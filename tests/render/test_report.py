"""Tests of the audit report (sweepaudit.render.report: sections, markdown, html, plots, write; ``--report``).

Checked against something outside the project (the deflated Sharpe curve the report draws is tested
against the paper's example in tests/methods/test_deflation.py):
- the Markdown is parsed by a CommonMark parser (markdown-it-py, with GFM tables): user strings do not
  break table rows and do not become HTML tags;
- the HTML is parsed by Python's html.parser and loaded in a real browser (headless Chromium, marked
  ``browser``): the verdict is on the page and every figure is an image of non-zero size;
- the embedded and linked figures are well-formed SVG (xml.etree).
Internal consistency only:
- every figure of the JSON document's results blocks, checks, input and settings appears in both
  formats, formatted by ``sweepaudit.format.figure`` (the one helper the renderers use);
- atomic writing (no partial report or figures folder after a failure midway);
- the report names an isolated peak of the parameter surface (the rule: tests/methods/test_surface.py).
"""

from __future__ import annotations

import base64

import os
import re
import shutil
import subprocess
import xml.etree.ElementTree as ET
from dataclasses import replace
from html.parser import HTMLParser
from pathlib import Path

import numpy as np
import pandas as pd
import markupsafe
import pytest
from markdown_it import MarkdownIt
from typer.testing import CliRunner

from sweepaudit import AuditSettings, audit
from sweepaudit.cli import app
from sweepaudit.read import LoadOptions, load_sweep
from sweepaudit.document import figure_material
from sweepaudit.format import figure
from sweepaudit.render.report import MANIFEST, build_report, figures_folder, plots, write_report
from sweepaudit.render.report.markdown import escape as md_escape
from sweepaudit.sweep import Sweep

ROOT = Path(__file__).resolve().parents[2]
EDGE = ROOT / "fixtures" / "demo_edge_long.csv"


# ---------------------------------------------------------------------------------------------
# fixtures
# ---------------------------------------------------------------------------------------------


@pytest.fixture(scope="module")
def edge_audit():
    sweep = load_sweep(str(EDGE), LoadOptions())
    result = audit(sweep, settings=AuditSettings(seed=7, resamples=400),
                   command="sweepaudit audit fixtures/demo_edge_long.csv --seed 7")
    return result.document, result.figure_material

------------------------------------------------------------

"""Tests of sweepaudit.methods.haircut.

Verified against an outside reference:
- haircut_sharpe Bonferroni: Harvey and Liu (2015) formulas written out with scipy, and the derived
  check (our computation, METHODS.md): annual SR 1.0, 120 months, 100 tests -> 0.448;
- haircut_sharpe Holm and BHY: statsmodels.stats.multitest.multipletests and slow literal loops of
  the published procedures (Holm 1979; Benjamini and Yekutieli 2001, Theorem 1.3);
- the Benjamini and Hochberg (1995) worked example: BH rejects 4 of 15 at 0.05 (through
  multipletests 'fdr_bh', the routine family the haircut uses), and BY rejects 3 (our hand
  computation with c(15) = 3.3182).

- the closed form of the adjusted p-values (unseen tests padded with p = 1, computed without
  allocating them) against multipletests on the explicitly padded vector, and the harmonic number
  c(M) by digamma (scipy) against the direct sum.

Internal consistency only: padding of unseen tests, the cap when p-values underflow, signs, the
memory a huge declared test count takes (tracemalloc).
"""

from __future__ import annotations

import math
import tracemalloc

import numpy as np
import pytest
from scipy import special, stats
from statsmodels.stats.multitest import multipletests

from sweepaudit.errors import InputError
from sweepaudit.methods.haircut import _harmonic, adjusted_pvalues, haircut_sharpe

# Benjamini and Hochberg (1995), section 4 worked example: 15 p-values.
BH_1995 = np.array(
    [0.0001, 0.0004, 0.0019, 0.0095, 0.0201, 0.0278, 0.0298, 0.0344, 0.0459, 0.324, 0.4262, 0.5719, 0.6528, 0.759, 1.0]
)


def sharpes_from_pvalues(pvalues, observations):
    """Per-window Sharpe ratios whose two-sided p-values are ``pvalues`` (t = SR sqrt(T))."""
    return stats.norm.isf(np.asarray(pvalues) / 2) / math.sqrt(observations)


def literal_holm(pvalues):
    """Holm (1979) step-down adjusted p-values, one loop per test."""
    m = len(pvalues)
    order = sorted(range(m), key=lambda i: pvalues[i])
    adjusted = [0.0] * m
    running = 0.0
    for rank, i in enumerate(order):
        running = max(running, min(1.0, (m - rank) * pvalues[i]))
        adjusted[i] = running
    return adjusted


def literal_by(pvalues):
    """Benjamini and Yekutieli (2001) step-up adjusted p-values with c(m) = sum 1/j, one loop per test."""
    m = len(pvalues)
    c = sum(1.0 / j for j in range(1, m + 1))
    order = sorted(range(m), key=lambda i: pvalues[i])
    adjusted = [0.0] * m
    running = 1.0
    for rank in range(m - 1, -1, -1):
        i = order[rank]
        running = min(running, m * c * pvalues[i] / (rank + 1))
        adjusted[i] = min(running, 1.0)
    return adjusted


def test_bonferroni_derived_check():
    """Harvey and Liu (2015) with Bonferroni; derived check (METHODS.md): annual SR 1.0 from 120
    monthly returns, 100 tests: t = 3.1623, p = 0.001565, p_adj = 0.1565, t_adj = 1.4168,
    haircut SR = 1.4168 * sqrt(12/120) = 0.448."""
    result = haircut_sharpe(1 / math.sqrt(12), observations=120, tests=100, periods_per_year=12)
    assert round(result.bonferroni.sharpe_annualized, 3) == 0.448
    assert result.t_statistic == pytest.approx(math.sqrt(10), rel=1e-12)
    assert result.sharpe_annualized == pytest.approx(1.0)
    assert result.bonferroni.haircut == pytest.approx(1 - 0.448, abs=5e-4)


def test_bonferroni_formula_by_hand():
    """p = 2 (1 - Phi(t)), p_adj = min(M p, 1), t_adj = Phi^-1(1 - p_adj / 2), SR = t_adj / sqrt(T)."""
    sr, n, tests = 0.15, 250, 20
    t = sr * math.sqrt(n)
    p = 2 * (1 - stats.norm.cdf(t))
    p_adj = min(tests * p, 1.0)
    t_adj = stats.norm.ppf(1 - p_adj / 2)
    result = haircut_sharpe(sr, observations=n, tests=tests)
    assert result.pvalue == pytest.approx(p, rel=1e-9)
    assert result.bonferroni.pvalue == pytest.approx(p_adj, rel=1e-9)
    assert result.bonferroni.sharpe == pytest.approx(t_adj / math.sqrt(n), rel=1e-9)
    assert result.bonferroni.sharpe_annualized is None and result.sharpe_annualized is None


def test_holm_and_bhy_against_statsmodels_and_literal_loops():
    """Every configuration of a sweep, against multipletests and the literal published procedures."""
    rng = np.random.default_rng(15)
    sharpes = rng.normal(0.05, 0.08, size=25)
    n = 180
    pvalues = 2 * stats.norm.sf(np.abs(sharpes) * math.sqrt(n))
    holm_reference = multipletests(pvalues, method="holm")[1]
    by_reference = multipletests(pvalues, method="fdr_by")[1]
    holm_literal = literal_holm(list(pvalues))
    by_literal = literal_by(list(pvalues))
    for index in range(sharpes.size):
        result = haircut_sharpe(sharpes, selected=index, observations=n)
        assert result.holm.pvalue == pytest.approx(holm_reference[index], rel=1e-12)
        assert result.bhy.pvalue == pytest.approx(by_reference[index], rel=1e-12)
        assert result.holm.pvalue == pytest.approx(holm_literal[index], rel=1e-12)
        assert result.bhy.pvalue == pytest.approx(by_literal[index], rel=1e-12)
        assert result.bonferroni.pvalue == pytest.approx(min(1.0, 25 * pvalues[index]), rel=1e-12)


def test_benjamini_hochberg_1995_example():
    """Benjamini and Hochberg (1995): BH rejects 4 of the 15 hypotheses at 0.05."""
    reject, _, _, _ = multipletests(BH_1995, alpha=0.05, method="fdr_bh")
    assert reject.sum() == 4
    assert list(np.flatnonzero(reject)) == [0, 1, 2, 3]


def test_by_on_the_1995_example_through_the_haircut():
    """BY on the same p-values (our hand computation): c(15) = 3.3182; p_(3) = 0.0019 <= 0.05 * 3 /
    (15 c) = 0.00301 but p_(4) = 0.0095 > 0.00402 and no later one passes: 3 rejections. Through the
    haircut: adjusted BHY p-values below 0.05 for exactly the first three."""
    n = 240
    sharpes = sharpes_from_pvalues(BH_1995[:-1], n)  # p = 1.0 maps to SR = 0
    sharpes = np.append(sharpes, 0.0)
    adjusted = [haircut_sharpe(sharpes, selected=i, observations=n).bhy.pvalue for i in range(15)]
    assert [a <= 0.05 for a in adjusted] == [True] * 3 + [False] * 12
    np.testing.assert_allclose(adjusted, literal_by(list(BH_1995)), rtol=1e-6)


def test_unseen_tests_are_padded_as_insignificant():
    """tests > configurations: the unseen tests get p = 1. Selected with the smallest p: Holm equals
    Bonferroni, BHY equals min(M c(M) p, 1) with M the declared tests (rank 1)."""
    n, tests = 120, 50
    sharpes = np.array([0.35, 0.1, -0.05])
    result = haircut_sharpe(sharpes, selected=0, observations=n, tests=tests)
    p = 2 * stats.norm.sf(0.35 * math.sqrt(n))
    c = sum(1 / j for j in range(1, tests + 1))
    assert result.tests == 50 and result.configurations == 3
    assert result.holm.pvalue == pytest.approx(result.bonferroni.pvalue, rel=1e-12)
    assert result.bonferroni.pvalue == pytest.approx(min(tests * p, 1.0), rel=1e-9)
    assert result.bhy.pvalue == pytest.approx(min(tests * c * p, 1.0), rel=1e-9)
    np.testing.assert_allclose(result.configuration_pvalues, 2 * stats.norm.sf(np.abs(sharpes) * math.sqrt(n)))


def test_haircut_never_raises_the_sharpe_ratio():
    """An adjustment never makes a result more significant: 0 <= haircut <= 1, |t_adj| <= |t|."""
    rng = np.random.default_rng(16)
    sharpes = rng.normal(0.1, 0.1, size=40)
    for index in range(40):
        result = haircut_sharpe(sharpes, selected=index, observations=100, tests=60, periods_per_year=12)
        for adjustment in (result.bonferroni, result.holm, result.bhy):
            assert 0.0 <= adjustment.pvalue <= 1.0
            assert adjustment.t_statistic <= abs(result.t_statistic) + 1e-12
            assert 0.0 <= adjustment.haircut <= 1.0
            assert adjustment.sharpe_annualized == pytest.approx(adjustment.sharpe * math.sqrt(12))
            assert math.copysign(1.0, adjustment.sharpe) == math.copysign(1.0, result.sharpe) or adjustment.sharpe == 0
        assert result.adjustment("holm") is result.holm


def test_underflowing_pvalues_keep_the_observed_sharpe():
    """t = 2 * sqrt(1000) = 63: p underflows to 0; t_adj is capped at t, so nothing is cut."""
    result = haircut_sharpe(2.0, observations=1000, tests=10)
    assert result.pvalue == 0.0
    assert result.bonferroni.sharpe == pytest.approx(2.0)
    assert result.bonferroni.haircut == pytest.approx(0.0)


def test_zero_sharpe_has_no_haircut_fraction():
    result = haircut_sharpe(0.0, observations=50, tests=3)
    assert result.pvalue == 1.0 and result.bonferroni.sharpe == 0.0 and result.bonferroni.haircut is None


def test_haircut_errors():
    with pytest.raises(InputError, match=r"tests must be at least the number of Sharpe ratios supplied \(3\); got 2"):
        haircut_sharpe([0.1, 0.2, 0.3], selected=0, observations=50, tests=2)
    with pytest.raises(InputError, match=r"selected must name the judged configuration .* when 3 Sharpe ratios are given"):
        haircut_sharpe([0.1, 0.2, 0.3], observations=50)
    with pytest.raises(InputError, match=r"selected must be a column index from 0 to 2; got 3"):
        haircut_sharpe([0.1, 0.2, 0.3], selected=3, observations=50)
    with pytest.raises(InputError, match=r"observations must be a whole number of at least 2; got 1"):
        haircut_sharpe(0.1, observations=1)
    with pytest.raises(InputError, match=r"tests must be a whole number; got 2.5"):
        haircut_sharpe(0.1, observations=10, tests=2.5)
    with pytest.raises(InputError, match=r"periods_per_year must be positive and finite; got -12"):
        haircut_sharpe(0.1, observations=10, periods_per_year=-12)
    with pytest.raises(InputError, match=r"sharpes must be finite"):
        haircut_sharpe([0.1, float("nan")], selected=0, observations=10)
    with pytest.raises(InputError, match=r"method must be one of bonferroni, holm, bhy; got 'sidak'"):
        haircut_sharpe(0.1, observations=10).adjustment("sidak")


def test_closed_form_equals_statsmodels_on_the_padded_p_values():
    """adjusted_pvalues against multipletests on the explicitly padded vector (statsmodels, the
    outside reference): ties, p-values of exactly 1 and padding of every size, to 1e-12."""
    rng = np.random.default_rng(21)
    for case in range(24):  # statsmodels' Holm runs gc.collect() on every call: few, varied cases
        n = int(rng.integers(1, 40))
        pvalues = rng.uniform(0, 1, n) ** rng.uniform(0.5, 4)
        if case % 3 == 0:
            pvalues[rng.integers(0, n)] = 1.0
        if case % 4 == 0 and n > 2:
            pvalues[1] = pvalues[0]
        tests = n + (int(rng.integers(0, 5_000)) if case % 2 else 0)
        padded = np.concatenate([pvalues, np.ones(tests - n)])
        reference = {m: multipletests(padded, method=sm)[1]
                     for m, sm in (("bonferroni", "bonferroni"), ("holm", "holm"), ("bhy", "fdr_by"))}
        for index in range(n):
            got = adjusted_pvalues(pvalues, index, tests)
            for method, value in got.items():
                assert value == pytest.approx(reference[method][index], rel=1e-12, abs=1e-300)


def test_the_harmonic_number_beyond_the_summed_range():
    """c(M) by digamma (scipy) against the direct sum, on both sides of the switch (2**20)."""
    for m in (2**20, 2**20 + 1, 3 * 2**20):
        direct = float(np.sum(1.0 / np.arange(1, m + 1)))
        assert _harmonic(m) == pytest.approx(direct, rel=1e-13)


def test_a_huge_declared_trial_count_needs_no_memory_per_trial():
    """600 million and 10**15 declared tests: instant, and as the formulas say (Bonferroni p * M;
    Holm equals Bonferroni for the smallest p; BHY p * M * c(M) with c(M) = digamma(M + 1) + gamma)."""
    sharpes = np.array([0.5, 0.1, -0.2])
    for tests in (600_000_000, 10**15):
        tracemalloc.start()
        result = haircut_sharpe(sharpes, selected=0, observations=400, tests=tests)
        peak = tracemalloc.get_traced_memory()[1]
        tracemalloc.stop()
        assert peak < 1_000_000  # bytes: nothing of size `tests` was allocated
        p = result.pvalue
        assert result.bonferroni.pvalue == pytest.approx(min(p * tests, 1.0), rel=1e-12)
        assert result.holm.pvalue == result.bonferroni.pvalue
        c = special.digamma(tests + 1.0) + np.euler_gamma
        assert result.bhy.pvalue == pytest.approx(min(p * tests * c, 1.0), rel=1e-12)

------------------------------------------------------------

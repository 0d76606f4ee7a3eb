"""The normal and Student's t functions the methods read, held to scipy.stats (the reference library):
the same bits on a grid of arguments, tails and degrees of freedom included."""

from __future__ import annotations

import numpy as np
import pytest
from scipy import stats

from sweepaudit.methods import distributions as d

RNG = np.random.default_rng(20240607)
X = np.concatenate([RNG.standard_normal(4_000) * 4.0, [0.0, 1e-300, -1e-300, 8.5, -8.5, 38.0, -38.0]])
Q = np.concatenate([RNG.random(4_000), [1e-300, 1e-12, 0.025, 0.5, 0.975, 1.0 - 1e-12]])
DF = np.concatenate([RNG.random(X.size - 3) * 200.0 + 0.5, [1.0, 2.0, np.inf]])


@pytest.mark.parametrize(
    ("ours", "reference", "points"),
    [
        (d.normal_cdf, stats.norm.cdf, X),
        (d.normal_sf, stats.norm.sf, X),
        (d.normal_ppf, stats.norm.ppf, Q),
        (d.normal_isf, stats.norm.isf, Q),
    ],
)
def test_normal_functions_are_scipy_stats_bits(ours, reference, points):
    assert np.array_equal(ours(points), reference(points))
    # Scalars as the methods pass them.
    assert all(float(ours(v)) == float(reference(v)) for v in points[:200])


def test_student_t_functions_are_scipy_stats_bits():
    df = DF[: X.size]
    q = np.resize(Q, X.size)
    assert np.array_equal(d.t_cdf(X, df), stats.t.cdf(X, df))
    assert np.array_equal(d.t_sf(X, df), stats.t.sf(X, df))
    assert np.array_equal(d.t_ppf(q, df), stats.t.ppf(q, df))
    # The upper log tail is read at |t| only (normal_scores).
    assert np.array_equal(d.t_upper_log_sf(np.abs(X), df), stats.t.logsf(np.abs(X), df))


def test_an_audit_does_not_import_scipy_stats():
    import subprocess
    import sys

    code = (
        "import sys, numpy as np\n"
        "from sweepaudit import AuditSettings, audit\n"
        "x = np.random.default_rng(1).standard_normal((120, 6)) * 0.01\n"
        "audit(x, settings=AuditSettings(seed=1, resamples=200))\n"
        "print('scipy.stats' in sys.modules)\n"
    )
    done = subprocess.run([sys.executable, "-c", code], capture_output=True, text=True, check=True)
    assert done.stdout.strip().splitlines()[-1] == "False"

------------------------------------------------------------

→ **Work to be completed**
In the listing above, find the line with "import shutil" and the line with "from sweepaudit.sweep import Sweep"; output exactly those lines and all lines between them.

→ **Solution to this exercise**
import shutil
import subprocess
import xml.etree.ElementTree as ET
from dataclasses import replace
from html.parser import HTMLParser
from pathlib import Path

import numpy as np
import pandas as pd
import markupsafe
import pytest
from markdown_it import MarkdownIt
from typer.testing import CliRunner

from sweepaudit import AuditSettings, audit
from sweepaudit.cli import app
from sweepaudit.read import LoadOptions, load_sweep
from sweepaudit.document import figure_material
from sweepaudit.format import figure
from sweepaudit.render.report import MANIFEST, build_report, figures_folder, plots, write_report
from sweepaudit.render.report.markdown import escape as md_escape
from sweepaudit.sweep import Sweep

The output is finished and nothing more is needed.